▶ PROBLEM DETAILS
What you return should be the lines of the data containing "gaps", each in full.

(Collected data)
- Opening Delimiter -
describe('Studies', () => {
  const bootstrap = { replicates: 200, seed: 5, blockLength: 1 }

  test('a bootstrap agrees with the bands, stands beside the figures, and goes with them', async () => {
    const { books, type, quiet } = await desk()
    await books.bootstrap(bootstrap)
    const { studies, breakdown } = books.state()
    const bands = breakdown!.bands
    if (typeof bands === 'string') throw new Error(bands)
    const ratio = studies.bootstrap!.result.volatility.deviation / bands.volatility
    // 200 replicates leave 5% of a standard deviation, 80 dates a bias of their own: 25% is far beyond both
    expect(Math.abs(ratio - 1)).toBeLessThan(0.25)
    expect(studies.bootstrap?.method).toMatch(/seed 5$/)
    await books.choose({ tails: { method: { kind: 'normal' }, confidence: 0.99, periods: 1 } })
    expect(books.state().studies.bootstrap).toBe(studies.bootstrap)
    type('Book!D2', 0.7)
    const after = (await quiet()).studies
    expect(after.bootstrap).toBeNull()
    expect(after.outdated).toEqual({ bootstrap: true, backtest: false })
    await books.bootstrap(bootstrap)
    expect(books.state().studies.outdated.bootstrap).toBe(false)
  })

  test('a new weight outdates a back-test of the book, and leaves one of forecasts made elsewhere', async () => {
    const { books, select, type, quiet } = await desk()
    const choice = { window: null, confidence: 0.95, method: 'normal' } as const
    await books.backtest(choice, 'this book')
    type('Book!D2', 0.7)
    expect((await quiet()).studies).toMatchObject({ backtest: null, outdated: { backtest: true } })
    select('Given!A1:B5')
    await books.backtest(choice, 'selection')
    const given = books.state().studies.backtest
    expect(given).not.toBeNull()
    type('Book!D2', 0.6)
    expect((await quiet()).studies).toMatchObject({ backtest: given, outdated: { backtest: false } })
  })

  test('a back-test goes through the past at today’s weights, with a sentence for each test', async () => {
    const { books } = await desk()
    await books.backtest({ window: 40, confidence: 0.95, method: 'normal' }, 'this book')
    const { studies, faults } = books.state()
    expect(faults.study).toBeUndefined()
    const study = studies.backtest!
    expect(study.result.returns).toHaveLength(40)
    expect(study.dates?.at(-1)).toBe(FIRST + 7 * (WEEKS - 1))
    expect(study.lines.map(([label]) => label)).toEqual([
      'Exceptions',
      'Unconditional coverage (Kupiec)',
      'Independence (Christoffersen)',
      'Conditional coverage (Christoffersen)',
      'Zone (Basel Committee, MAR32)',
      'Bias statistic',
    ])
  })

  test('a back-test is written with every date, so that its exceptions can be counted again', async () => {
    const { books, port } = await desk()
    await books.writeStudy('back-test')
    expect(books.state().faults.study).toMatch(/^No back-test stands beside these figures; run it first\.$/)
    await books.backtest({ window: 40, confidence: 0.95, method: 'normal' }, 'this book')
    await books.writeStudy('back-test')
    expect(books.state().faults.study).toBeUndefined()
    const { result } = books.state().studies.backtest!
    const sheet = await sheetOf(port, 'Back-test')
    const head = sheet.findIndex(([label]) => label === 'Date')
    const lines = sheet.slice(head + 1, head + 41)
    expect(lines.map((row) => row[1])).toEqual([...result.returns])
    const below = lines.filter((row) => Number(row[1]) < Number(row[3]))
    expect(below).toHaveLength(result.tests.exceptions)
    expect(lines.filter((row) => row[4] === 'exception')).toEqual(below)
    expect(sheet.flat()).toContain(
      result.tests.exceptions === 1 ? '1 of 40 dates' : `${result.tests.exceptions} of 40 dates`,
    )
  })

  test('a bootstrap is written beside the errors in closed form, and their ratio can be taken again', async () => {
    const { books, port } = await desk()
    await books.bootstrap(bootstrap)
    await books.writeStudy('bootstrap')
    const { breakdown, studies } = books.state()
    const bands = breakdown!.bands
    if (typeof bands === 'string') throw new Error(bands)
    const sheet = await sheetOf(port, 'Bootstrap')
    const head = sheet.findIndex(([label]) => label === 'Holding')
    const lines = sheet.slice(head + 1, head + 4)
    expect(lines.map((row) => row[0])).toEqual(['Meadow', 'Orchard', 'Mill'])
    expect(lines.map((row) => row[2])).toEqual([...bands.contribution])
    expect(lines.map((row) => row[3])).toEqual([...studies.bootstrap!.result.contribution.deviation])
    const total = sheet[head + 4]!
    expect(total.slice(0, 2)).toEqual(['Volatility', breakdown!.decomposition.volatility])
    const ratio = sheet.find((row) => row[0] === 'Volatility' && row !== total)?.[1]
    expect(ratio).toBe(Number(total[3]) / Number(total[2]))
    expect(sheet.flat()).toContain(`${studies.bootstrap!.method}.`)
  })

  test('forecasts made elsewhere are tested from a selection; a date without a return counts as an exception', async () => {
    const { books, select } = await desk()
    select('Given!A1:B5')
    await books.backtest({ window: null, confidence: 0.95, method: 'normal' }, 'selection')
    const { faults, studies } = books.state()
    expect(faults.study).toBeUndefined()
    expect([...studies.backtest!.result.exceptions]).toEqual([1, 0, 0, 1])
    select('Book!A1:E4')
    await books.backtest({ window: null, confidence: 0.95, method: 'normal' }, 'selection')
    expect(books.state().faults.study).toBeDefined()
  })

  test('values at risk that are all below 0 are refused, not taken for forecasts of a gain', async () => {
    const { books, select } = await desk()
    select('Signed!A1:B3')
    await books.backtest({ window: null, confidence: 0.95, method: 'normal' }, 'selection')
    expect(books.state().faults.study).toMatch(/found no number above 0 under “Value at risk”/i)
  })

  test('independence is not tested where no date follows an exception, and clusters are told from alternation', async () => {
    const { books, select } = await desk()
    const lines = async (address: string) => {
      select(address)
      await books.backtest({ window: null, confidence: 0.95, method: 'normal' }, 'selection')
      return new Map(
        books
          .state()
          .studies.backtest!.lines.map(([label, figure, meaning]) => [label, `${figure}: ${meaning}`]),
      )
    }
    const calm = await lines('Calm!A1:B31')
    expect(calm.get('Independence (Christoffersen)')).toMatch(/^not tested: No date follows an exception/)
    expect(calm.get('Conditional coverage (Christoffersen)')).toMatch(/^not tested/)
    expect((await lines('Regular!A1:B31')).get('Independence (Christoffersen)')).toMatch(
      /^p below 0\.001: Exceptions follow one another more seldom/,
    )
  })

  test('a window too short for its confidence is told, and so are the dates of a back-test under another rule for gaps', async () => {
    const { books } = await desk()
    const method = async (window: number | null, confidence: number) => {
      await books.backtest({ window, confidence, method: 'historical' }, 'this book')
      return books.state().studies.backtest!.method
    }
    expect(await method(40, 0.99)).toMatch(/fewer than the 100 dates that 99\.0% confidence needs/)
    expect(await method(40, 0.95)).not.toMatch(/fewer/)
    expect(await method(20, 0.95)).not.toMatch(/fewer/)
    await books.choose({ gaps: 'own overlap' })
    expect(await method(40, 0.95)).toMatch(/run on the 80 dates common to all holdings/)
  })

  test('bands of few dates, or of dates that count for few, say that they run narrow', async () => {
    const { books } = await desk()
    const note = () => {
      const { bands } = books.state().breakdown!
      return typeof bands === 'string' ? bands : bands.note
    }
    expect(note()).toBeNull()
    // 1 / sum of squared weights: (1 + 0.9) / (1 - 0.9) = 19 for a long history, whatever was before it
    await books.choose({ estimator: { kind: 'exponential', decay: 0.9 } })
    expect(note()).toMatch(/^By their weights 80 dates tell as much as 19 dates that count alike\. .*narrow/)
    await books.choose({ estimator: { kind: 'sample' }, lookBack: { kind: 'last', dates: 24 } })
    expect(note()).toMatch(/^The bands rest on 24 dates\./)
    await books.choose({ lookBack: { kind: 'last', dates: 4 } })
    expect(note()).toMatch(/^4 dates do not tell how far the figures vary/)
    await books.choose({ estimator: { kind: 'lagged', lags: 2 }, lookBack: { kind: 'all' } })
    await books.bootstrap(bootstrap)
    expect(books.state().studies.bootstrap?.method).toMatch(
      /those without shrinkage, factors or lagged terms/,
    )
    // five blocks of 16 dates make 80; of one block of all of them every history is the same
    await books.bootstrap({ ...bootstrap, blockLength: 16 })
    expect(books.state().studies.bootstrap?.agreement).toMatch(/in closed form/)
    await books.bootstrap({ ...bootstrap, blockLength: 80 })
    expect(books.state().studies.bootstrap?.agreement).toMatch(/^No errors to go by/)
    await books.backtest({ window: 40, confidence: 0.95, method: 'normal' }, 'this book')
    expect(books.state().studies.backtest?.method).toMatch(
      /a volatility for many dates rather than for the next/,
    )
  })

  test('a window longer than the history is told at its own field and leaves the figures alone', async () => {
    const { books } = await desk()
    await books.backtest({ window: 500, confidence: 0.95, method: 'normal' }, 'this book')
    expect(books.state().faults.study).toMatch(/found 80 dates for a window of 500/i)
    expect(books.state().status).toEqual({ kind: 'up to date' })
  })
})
- Closing Delimiter -
- Opening Delimiter -
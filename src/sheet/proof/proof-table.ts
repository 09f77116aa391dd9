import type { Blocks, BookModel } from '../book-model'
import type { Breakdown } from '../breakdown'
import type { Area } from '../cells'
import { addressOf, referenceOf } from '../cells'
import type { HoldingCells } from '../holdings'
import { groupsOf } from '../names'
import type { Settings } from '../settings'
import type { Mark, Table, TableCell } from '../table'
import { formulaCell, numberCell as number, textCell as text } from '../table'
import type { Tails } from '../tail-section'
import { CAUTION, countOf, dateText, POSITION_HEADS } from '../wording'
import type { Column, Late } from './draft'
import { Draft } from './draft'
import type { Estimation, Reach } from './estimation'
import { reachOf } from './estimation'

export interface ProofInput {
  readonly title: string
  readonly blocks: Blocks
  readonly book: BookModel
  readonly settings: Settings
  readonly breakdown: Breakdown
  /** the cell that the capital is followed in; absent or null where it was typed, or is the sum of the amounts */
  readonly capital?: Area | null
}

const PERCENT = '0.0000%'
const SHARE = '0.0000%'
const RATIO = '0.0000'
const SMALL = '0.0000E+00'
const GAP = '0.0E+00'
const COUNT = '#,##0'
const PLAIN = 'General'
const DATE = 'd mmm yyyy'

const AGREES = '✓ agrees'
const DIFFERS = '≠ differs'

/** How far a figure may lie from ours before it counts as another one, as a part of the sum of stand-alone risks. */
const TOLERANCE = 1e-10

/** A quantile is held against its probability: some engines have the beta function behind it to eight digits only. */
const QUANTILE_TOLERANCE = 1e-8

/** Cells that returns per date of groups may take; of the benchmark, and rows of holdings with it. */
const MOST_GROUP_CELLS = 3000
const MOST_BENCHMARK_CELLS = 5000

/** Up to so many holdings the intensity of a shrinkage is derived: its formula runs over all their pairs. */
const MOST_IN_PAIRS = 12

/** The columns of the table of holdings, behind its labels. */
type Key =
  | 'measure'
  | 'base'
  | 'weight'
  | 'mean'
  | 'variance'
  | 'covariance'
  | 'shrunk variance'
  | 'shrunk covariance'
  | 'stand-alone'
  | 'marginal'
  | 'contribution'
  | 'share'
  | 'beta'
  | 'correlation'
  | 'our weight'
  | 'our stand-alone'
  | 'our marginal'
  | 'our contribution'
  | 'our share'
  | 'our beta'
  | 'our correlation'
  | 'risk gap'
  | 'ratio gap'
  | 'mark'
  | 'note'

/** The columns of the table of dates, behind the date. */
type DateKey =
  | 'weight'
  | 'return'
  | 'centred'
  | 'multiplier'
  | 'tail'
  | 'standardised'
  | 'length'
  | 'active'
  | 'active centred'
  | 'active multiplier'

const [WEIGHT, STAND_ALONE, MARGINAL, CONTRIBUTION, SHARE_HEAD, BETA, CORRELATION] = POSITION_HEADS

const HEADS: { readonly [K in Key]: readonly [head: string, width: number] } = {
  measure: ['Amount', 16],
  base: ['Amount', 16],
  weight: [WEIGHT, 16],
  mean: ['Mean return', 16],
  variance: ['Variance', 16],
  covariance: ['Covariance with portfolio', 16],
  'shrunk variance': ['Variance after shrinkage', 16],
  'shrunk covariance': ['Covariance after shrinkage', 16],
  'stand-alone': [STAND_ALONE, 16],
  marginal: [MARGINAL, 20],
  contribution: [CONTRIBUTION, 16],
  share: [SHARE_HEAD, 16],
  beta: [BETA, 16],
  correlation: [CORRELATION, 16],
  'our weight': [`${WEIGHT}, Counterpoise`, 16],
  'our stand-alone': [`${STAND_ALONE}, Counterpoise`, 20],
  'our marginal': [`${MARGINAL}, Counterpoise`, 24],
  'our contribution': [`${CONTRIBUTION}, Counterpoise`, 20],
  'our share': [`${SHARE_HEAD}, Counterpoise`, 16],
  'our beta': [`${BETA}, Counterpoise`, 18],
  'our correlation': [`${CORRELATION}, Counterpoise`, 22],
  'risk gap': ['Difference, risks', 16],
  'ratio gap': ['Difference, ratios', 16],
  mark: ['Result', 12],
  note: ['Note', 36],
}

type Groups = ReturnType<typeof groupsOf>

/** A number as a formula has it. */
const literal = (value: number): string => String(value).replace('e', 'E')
- Closing Delimiter -
- Opening Delimiter -
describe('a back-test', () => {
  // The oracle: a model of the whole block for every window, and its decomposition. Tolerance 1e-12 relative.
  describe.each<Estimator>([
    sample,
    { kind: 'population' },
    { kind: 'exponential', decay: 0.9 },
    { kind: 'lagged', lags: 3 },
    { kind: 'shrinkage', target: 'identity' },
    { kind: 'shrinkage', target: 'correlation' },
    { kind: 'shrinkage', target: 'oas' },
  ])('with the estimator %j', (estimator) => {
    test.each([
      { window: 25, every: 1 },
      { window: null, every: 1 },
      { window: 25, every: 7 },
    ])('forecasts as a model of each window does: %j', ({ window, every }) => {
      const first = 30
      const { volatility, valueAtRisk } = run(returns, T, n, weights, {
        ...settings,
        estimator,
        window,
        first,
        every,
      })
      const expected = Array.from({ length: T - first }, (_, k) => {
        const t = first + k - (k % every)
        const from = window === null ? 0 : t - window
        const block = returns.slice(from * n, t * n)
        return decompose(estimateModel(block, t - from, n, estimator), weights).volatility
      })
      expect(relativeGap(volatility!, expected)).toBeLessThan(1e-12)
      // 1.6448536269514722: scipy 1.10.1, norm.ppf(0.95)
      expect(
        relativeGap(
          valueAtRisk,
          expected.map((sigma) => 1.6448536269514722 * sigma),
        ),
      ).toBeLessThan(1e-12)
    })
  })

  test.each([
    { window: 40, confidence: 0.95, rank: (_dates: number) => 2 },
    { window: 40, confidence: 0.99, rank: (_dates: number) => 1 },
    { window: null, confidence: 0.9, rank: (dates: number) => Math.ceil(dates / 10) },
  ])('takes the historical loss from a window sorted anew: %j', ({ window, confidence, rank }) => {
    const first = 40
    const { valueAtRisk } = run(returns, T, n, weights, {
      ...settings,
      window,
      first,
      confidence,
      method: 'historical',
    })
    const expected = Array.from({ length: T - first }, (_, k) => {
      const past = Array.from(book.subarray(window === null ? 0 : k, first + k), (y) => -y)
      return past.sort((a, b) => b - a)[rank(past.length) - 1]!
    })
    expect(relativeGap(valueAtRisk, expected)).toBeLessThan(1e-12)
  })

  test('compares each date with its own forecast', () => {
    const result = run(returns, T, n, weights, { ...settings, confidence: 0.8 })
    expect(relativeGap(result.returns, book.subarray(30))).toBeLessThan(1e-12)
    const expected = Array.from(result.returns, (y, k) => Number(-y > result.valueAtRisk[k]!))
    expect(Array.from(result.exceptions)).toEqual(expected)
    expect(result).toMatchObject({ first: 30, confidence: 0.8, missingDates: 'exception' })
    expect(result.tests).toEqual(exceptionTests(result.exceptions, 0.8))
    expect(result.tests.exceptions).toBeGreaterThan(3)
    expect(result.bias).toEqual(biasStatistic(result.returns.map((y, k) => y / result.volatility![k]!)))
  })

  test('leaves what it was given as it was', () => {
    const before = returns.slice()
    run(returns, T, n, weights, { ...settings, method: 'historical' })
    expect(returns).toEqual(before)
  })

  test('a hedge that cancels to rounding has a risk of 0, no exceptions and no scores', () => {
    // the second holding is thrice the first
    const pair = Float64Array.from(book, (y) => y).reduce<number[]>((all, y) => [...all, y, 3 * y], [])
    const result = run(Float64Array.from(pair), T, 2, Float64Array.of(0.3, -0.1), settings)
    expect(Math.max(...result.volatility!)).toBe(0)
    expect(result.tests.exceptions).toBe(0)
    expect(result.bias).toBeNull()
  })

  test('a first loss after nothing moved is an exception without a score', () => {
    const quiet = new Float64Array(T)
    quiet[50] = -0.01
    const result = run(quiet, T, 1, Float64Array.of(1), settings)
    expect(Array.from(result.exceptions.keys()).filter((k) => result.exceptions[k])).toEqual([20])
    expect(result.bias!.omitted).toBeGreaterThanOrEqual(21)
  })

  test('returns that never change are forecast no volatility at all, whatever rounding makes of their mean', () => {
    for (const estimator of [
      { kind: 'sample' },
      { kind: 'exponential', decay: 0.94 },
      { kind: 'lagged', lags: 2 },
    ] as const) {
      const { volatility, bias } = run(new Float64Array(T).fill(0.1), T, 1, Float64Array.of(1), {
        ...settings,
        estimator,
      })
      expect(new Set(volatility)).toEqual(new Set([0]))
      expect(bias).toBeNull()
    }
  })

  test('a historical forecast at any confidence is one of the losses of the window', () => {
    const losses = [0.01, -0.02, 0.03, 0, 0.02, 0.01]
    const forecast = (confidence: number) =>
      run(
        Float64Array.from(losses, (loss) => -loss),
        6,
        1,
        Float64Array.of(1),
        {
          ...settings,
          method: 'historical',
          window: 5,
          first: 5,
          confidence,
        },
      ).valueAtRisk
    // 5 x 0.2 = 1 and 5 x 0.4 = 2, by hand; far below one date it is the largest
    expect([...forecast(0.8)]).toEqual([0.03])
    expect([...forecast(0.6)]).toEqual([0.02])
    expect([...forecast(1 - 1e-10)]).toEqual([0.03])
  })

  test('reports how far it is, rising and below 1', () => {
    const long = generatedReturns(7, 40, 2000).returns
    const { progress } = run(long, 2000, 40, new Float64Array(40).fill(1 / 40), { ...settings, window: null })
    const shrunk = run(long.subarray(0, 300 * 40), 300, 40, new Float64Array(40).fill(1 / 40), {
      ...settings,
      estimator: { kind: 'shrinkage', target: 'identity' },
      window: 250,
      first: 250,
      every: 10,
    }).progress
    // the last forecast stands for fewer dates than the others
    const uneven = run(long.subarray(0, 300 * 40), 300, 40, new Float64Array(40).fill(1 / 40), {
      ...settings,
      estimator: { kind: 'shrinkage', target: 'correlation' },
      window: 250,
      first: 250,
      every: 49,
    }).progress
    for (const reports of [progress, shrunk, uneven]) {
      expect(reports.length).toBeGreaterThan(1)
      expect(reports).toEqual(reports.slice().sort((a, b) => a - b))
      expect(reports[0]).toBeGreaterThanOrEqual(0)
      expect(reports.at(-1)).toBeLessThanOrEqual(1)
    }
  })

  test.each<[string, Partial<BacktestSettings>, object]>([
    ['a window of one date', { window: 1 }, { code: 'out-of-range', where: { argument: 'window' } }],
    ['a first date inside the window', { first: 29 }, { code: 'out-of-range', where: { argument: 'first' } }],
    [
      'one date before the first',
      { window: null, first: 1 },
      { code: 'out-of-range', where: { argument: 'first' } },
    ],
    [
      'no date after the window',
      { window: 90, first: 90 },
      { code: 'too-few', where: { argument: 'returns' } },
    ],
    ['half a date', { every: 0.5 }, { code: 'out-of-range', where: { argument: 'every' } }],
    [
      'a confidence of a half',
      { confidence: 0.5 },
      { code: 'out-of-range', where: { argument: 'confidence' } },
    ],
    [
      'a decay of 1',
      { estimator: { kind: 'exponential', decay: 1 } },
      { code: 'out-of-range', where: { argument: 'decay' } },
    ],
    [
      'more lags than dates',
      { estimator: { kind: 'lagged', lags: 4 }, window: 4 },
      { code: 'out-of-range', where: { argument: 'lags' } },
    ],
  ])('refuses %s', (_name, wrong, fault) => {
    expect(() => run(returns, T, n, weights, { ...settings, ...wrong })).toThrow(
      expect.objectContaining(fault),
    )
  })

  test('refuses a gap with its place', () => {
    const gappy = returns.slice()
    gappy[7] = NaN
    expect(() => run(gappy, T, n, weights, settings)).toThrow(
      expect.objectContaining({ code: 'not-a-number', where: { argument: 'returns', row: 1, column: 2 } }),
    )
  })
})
- Closing Delimiter -
▶ EXERCISE SOLUTION
  test('a window too short for its confidence is told, and so are the dates of a back-test under another rule for gaps', async () => {
    await books.choose({ gaps: 'own overlap' })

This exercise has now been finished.